Exception in thread “main” org.apache.spark.SparkException: Application
Category : Spark
When you run python script on top of hive but it is failing with following error :
$ spark-submit –master yarn –deploy-mode cluster –queue ado –num-executors 60 –executor-memory 3G –executor-cores 5 –py-files argparse.py,load_iris_2.py –driver-memory 10G load_iris.py -p ado_secure.iris_places -s ado_secure.iris_places_stg -f /user/admin/iris/places/2016-11-30-place.csv
Exception in thread “main” org.apache.spark.SparkException: Application application_1476997468030_142120 finished with failed status
at org.apache.spark.deploy.yarn.Client.run(Client.scala:974)
at org.apache.spark.deploy.yarn.Client$.main(Client.scala:1020)
at org.apache.spark.deploy.yarn.Client.main(Client.scala)
at sun.reflect.NativeMethodAccessorImpl.invoke0(Native Method)
When I checked spark logs then I found following error.
16/12/22 07:35:49 WARN metadata.Hive: Failed to access metastore. This class should not accessed in runtime.
org.apache.hadoop.hive.ql.metadata.HiveException: java.lang.RuntimeException: Unable to instantiate org.apache.hadoop.hive.ql.metadata.SessionHiveMetaStoreClient
at org.apache.hadoop.hive.ql.metadata.Hive.getAllDatabases(Hive.java:1236)
at org.apache.hadoop.hive.ql.metadata.Hive.reloadFunctions(Hive.java:174)
at org.apache.hadoop.hive.ql.metadata.Hive.<clinit>(Hive.java:166)
at org.apache.hadoop.hive.ql.session.SessionState.start(SessionState.java:503)
at org.apache.spark.sql.hive.client.ClientWrapper.<init>(ClientWrapper.scala:193)
at org.apache.spark.sql.hive.HiveContext.executionHive$lzycompute(HiveContext.scala:164)
at org.apache.spark.sql.hive.HiveContext.executionHive(HiveContext.scala:162)
at org.apache.spark.sql.hive.HiveContext.functionRegistry$lzycompute(HiveContext.scala:415)
at org.apache.spark.sql.hive.HiveContext.functionRegistry(HiveContext.scala:414)
at org.apache.spark.sql.UDFRegistration.<init>(UDFRegistration.scala:40)
at org.apache.spark.sql.SQLContext.<init>(SQLContext.scala:296)
at org.apache.spark.sql.hive.HiveContext.<init>(HiveContext.scala:74)

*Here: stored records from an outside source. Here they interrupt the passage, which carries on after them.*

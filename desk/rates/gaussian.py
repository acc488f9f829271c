"""Gaussian short rates: Vasicek, Ho-Lee, Hull-White and the two-factor Gaussian model as one class.

The short rate is ``r(t) = φ(t) + Σ xᵢ(t)`` with ``dxᵢ = -aᵢ xᵢ dt + σᵢ dWᵢ``, ``xᵢ(0) = 0`` and φ such that
today's curve is repriced exactly. Under the real-world measure factor i has the extra drift ``σᵢ λᵢ``.

References
----------
Vasicek, O. (1977), An equilibrium characterization of the term structure, J. Financial Economics 5.
Ho, T.S.Y. and Lee, S.B. (1986), Term structure movements and pricing interest rate contingent claims,
J. Finance 41. Hull, J. and White, A. (1990), Pricing interest-rate-derivative securities, Review of
Financial Studies 3. Brigo, D. and Mercurio, F. (2006), Interest Rate Models: Theory and Practice, chapters
3 and 4. Glasserman, P. (2003), Monte Carlo Methods in Financial Engineering, section 3.3.
"""

from __future__ import annotations

import math
from collections.abc import Iterator
from dataclasses import dataclass

import numpy as np
from numpy.typing import ArrayLike, NDArray

from desk.rates.curve import DiscountCurve
from desk.rates.limits import first_integral, mixed_integral, product_integral, second_integral
from desk.rates.short_rate import FormulaCurve

__all__ = ["GaussianRates", "GaussianWalk", "RateFactor", "gaussian_2", "ho_lee", "hull_white", "vasicek"]

FloatArray = NDArray[np.float64]

# Standard deviations from the mean that a path never leaves: the chance is 2e-19 each way.
_REACH = 9.0
# Numbers of one batch of normals: it should stay in a core's own cache.
_BATCH_NUMBERS = 40000


@dataclass(frozen=True)
class RateFactor:
    """One factor of a Gaussian model.

    Attributes
    ----------
    mean_reversion : float
        Speed of reversion a [1/year], at least 0.
    volatility : float
        Absolute volatility σ [1/year per root year], at least 0.
    risk_price : float
        λ: the drift gains σλ under the real-world measure [1/root year].
    """

    mean_reversion: float
    volatility: float
    risk_price: float = 0.0

    def __post_init__(self) -> None:
        """Check the parameters."""
        for name in ("mean_reversion", "volatility"):
            value = getattr(self, name)
            if not (math.isfinite(value) and value >= 0.0):
                raise ValueError(f"`{name}` must be a number of at least 0, not {value}")
        if not math.isfinite(self.risk_price):
            raise ValueError(f"`risk_price` must be a number, not {self.risk_price}")


class GaussianRates:
    """A Gaussian short-rate model with any number of factors.

    Parameters
    ----------
    curve : DiscountCurve
        Today's curve. Only its discount factors enter prices; its instantaneous forward rate enters the
        short rate that is reported.
    factors : sequence of RateFactor, length n
    correlation : array_like, shape (n, n), optional
        Of the factors' Brownian motions; the identity when left out.

    Raises
    ------
    ValueError
        If there is no factor or `correlation` is not a correlation matrix.
    """

    def __init__(
        self,
        curve: DiscountCurve,
        factors: tuple[RateFactor, ...] | list[RateFactor],
        correlation: ArrayLike | None = None,
    ) -> None:
        self._curve = curve
        self.factors = tuple(factors)
        count = len(self.factors)
        if count == 0:
            raise ValueError("`factors` must hold at least one factor")
        matrix = np.eye(count) if correlation is None else np.array(correlation, dtype=np.float64)
        if matrix.shape != (count, count):
            raise ValueError(f"`correlation` must be {count} by {count}")
        if not np.isfinite(matrix).all() or not np.array_equal(matrix, matrix.T):
            raise ValueError("`correlation` must be symmetric")
        if np.any(np.diag(matrix) != 1.0) or np.any(np.abs(matrix) > 1.0):
            raise ValueError("`correlation` must lie between -1 and 1, with 1 on the diagonal")
        if np.linalg.eigvalsh(matrix)[0] < -1e-12:
            raise ValueError("`correlation` must be a correlation matrix: it has a negative eigenvalue")
        matrix.flags.writeable = False
        self.correlation = matrix

    @property
    def curve(self) -> DiscountCurve:
        """Today's curve."""
        return self._curve

    @property
    def factor_count(self) -> int:
        """Number n of factors."""
        return len(self.factors)

    def _pairs(self) -> Iterator[tuple[float, float, float]]:
        """``ρᵢⱼ σᵢ σⱼ``, aᵢ and aⱼ of every ordered pair of factors."""
        for row, first in enumerate(self.factors):
            for column, second in enumerate(self.factors):
                weight = self.correlation[row, column] * first.volatility * second.volatility
                if weight != 0.0:
                    yield float(weight), first.mean_reversion, second.mean_reversion

    def account_variance(self, time: ArrayLike) -> FloatArray:
        """``V(t)``, the variance of ``ln R_t`` under either measure.

        ``V(t) = Σᵢⱼ ρᵢⱼ σᵢσⱼ/(aᵢaⱼ) [t - B(aᵢ,t) - B(aⱼ,t) + B(aᵢ+aⱼ,t)]``, with its limits as a → 0.
        Brigo and Mercurio (2006), equation 4.10.
        """
        total = np.zeros(np.shape(time))
        for weight, first, second in self._pairs():
            total = total + weight * product_integral(first, second, time)
        return np.asarray(np.maximum(total, 0.0))

    def rate_variance(self, time: ArrayLike) -> FloatArray:
        """Variance of ``r(t)`` under either measure [1/year²]."""
        total = np.zeros(np.shape(time))
        for weight, first, second in self._pairs():
            total = total + weight * first_integral(first + second, time)
        return np.maximum(total, 0.0)

    def factor_mean(self, time: ArrayLike, *, real_world: bool = False) -> FloatArray:
        """Means of the factors, shape (n, ...): 0 under the pricing measure, else ``σᵢλᵢ B(aᵢ, t)``."""
        return np.stack(
            [
                (factor.volatility * factor.risk_price if real_world else 0.0)
                * first_integral(factor.mean_reversion, time)
                for factor in self.factors
            ]
        )

    def integral_mean(self, time: ArrayLike, *, real_world: bool = False) -> FloatArray:
        """Mean of ``∫₀ᵗ Σ xᵢ ds``: 0 under the pricing measure, else ``Σ σᵢλᵢ (t - B(aᵢ, t))/aᵢ``."""
        total = np.zeros(np.shape(time))
        if real_world:
            for factor in self.factors:
                drift = factor.volatility * factor.risk_price
                total = total + drift * second_integral(factor.mean_reversion, time)
        return total

    def rate_offset(self, time: ArrayLike) -> FloatArray:
        """``φ(t) = f(0, t) + ½ V'(t)`` [1/year], where ``V'(t) = Σᵢⱼ ρᵢⱼσᵢσⱼ B(aᵢ,t) B(aⱼ,t)``."""
        offset = self.curve.forward(time, time)
        for weight, first, second in self._pairs():
            offset = offset + 0.5 * weight * first_integral(first, time) * first_integral(second, time)
        return np.asarray(offset)

    def account_offset(self, time: ArrayLike) -> FloatArray:
        """``∫₀ᵗ φ ds = -ln P(0, t) + ½ V(t)``."""
        return np.asarray(_minus_log_discount(self.curve, time) + 0.5 * self.account_variance(time))

    def account_law(self, time: ArrayLike, *, real_world: bool = False) -> tuple[FloatArray, FloatArray]:
        """Mean and variance of ``ln R_t``, which is normal."""
        mean = self.account_offset(time) + self.integral_mean(time, real_world=real_world)
        return np.asarray(mean), self.account_variance(time)

    def mean_discount(self, time: ArrayLike, *, real_world: bool = False) -> FloatArray:
        """``E[1/R_t]``: ``P(0,t)`` under the pricing measure, ``P(0,t) exp(-E∫Σx)`` under the other."""
        discount = self.curve.discount(time)
        return np.asarray(discount * np.exp(-self.integral_mean(time, real_world=real_world)))

    def bond_terms(
        self, time: ArrayLike, maturity: ArrayLike, *, past: bool = False
    ) -> tuple[FloatArray, FloatArray]:
        """Zero bonds as seen from `time`: ``P(t,T|x) = exp(level - exposure · x)``.

        ``level = ln P(0,T)/P(0,t) + ½[V(T-t) - V(T) + V(t)]``, ``exposureᵢ = B(aᵢ, T-t)``.
        Brigo and Mercurio (2006), theorem 4.2.1. See `desk.rates.short_rate.ShortRateModel` for shapes.
        """
        start, end = np.asarray(time, dtype=np.float64), np.asarray(maturity, dtype=np.float64)
        remaining = np.asarray(end - start)
        if not past and np.any(remaining < 0.0):
            raise ValueError("`maturity` must not be before `time`")
        remaining = np.maximum(remaining, 0.0)
        level = self.account_offset(start) - self.account_offset(end) + 0.5 * self.account_variance(remaining)
        exposure = np.stack([first_integral(f.mean_reversion, remaining) for f in self.factors], axis=-1)
        return np.asarray(level), exposure

    def bond_price(self, time: float, maturity: float, state: ArrayLike) -> FloatArray:
        """Price at `time` of a zero bond paying 1 at `maturity`, given the factors, shape (n, ...)."""
        level, exposure = self.bond_terms(time, maturity)
        factors = np.asarray(state, dtype=np.float64)
        return np.asarray(np.exp(level - np.tensordot(exposure, factors, axes=1)))

    def bond_option(self, expiry: float, maturity: float, strike: float, *, call: bool = True) -> float:
        """Price today of a European option on a zero bond.

        Parameters
        ----------
        expiry, maturity : float
            Of the option and of the bond [years]; ``0 < expiry <= maturity``.
        strike : float
            Above 0, per unit of the bond's principal.
        call : bool
            False for a put.

        References
        ----------
        Jamshidian, F. (1989), An exact bond option formula, J. Finance 44; with several factors Brigo and
        Mercurio (2006), theorem 4.2.2.
        """
        from scipy.special import ndtr

        if not 0.0 < expiry <= maturity:
            raise ValueError("`expiry` must be above 0 and at most `maturity`")
        if strike <= 0.0:
            raise ValueError("`strike` must be above 0")
        bond = float(self.curve.discount(maturity))
        cash = strike * float(self.curve.discount(expiry))
        variance = 0.0
        for weight, first, second in self._pairs():
            exposures = first_integral(first, maturity - expiry) * first_integral(second, maturity - expiry)
            variance += float(weight * exposures * first_integral(first + second, expiry))
        sign = 1.0 if call else -1.0
        if variance <= 0.0:
            return max(sign * (bond - cash), 0.0)
        deviation = math.sqrt(variance)
        upper = math.log(bond / cash) / deviation + 0.5 * deviation
        return sign * float(bond * ndtr(sign * upper) - cash * ndtr(sign * (upper - deviation)))

    def state_range(self, time: float, *, real_world: bool = False) -> tuple[FloatArray, FloatArray]:
        """Nine standard deviations either side of the mean of each factor, shape (n,) each."""
        mean = self.factor_mean(time, real_world=real_world)
        deviation = np.array(
            [
                factor.volatility * math.sqrt(float(first_integral(2.0 * factor.mean_reversion, time)))
                for factor in self.factors
            ]
        )
        return mean - _REACH * deviation, mean + _REACH * deviation

    def step_law(self, step: float, *, real_world: bool = False) -> tuple[FloatArray, FloatArray]:
        """Shift and covariance over a step of the factors and the integral of their sum.

        Given the factors at its start, the factors at the end of a step are ``e^{-aᵢΔ} xᵢ`` and the integral
        is ``Σ B(aᵢ,Δ) xᵢ``, each plus a normal number with this mean and covariance: a step of a year is as
        right as a step of a day. Glasserman (2003), section 3.3.

        Returns
        -------
        shift : ndarray, shape (n + 1,)
            The integral comes last.
        covariance : ndarray, shape (n + 1, n + 1)
        """
        count = self.factor_count
        covariance = np.zeros((count + 1, count + 1))
        for row, one in enumerate(self.factors):
            for column, two in enumerate(self.factors):
                weight = self.correlation[row, column] * one.volatility * two.volatility
                a, b = one.mean_reversion, two.mean_reversion
                covariance[row, column] = weight * first_integral(a + b, step)
                covariance[row, count] += weight * mixed_integral(a, b, step)
                covariance[count, count] += weight * product_integral(a, b, step)
        covariance[count, :count] = covariance[:count, count]
        shift = np.append(
            self.factor_mean(step, real_world=real_world), self.integral_mean(step, real_world=real_world)
        )
        return shift, covariance

    def walk(
        self, step: float, size: int, rng: np.random.Generator, *, real_world: bool = False
    ) -> GaussianWalk:
        """`size` paths from time 0 in exact steps of `step` years."""
        return GaussianWalk(self, step, size, rng, real_world=real_world)
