from desk.book import (
    Basis,
    Book,
    FlowTable,
    Holding,
    HoldingKind,
    Indexation,
    IndexationKind,
    Inflation,
    LiabilityMethod,
    LineTerms,
    PriceKind,
    Severity,
    Side,
)
from desk.valuation.detail import line_flows
from desk.valuation.holdings import price_holdings
from desk.valuation.priced import priced_flows
from desk.valuation.prices import holding_prices
from desk.valuation.standing import stand
from tests.valuation.books import TODAY, basis, flat_basis, small_book
from tests.valuation.plain import discount as plain_discount
from tests.valuation.plain_holdings import accrued, is_ex, payments, value
from tests.valuation.plain_inflation import growth, index, linked_value

LINKED, COLLARED, RISING = IndexationKind.LINKED, IndexationKind.COLLARED, IndexationKind.RISING
INFLATION = Inflation(
    np.array([1.0, 2.0, 5.0, 10.0, 30.0]),
    np.array([0.031, 0.027, 0.022, 0.024, 0.026]),
    volatility=0.013,
    recent=0.045,
)


def _basis(inflation: Inflation | None = INFLATION) -> Basis:
    return replace(basis(), inflation=inflation)


def _lines(*terms: LineTerms, inflation: Inflation | None = INFLATION) -> Book:
    return replace(small_book(), basis=_basis(inflation), line_terms=terms)


def _held(*holdings: Holding, inflation: Inflation | None = INFLATION) -> Book:
    return Book(_basis(inflation), FlowTable.empty(), holdings)


def test_lines_at_spreads_rates_and_indexations_of_their_own() -> None:
    """Each row of both sides against the curve, the growth and the discounting worked out in plain Python."""
    collar = Indexation(COLLARED, floor=0.0, cap=0.025)
    terms = {
        (Side.LIABILITIES, "In payment"): LineTerms(Side.LIABILITIES, "In payment", collar, rate=0.045),
        (Side.LIABILITIES, "With profits"): LineTerms(
            Side.LIABILITIES, "With profits", Indexation(LINKED, lag=0.25), spread=0.011
        ),
        (Side.ASSETS, "Contributions"): LineTerms(
            Side.ASSETS, "Contributions", Indexation(RISING, rise=0.03), spread=0.02
        ),
        (Side.ASSETS, "Rent"): LineTerms(Side.ASSETS, "Rent", Indexation(LINKED)),
    }
    book = _lines(*terms.values())
    standing = stand(book)
    assert standing.faults == stand(small_book()).faults
    on = index(INFLATION)
    for side, table in ((Side.LIABILITIES, book.liabilities), (Side.ASSETS, book.asset_flows)):
        for number, name in enumerate(table.line_names):
            own = terms.get((side, name), LineTerms(side, name))
            total = 0.0
            for row in np.flatnonzero((table.line == number) & (table.time > 0.0)):
                time, beta = float(table.time[row]), float(table.beta[row])
                spread = own.spread
                if spread is None:
                    spread = 0.004 if side is Side.LIABILITIES else 0.0
                factor = plain_discount(book, time) * math.exp(-spread * time)
                if own.rate is not None:
                    factor = (1.0 + own.rate) ** -time
                factor *= math.exp(-beta * 0.03 * time)
                total += float(table.amount[row]) * growth(own.indexation, time, on, 0.013) * factor
            line = next(line for line in standing.lines if line.side is side and line.line == name)
            assert line.measures.present_value == pytest.approx(total, rel=1e-9), name
    spreads = {line.line: line.spread for line in standing.lines if line.kind == "flows"}
    assert spreads["With profits"] == pytest.approx(0.011 + 0.4 * 0.03)
    assert spreads["In payment"] is None  # a flat rate is another spread for each row
    assert spreads["Contributions"] == 0.02


@pytest.mark.parametrize(
    ("changes", "discounted"),
    [
        (
            {"liability_method": LiabilityMethod.EXPECTED_RETURN, "expected_return": 0.06},
            lambda t, _: 1.06**-t,
        ),
        (
            {
                "liability_method": LiabilityMethod.TERM_SPREADS,
                "liability_terms": np.array([1.0, 11.0]),
                "liability_spreads": np.array([0.01, 0.02]),
            },
            lambda t, p: p * math.exp(-t * (0.01 + 0.001 * (min(max(t, 1.0), 11.0) - 1.0))),
        ),
    ],
)
def test_bases_of_the_liabilities(
    changes: dict[str, Any], discounted: Callable[[float, float], float]
) -> None:
    """The liability spread and beta count on top of each; a line's own terms stand in its place."""
    book = _lines(LineTerms(Side.LIABILITIES, "Mixed", spread=0.05))
    book = replace(book, basis=replace(book.basis, **changes))
    table = book.liabilities
    lines = {line.line: line.measures.present_value for line in stand(book).lines}
    for number, name in enumerate(table.line_names):
        total = 0.0
        for row in np.flatnonzero((table.line == number) & (table.time > 0.0)):
            time, beta = float(table.time[row]), float(table.beta[row])
            factor = plain_discount(book, time)
            own = factor * math.exp(-0.05 * time)
            if name != "Mixed":
                own = discounted(time, factor) * math.exp(-0.004 * time)
            total += float(table.amount[row]) * own * math.exp(-beta * 0.03 * time)
        assert lines[name] == pytest.approx(total, rel=1e-12)


def test_fixed_terms_are_no_terms() -> None:
    plain, stated = _lines(), _lines(*(LineTerms(Side.LIABILITIES, name) for name in ("In payment", "Mixed")))
    flows, other = (priced_flows(book, Side.LIABILITIES).flows for book in (plain, stated))
    np.testing.assert_array_equal(flows.amount, other.amount)
    np.testing.assert_array_equal(flows.spread, other.spread)
    assert other.real_amount is None
    assert other.index_class is None


def test_the_plain_book_is_untouched_by_expected_inflation() -> None:
    plain, informed = stand(small_book()), stand(_lines())
    assert plain.inflation is None
    assert informed.inflation is not None
    assert (informed.assets, informed.liabilities) == (plain.assets, plain.liabilities)
    assert informed.inflation.dv01_assets == informed.inflation.dv01_liabilities == 0.0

at sun.reflect.NativeConstructorAccessorImpl.newInstance0(Native Method)
at sun.reflect.NativeConstructorAccessorImpl.newInstance(NativeConstructorAccessorImpl.java:57)
at sun.reflect.DelegatingConstructorAccessorImpl.newInstance(DelegatingConstructorAccessorImpl.java:45)
at java.lang.reflect.Constructor.newInstance(Constructor.java:526)
Root Cause:
It can be because of one bug (BUG-56393) in ambari and due to the format of spark job submit in cluster mode.
Resolutions:
You can resolve it with the help of following steps:
- Add spark.driver.extraJavaOptions =-Dhdp.version={{hdp_full_version}} -XX:MaxPermSize=1024m -XX:PermSize=256m and spark.yarn.am.extraJavaOptions=-Dhdp.version={{hdp_full_version}} as we were suspecting an old bug.
- You were running your custom python script along without hive-site.xml due to that it was not able to connect to hive metastore. So we added –files /etc/spark/conf/hive-site.xml to make a connect to hive metastore.
- Add the –jars /usr/hdp/current/spark-client/lib/datanucleus-api-jdo-3.2.6.jar,/usr/hdp/current/spark-client/lib/datanucleus-rdbms-3.2.9.jar,/usr/hdp/current/spark-client/lib/datanucleus-core-3.2.10.jar option and provided the path to datanucleus jars.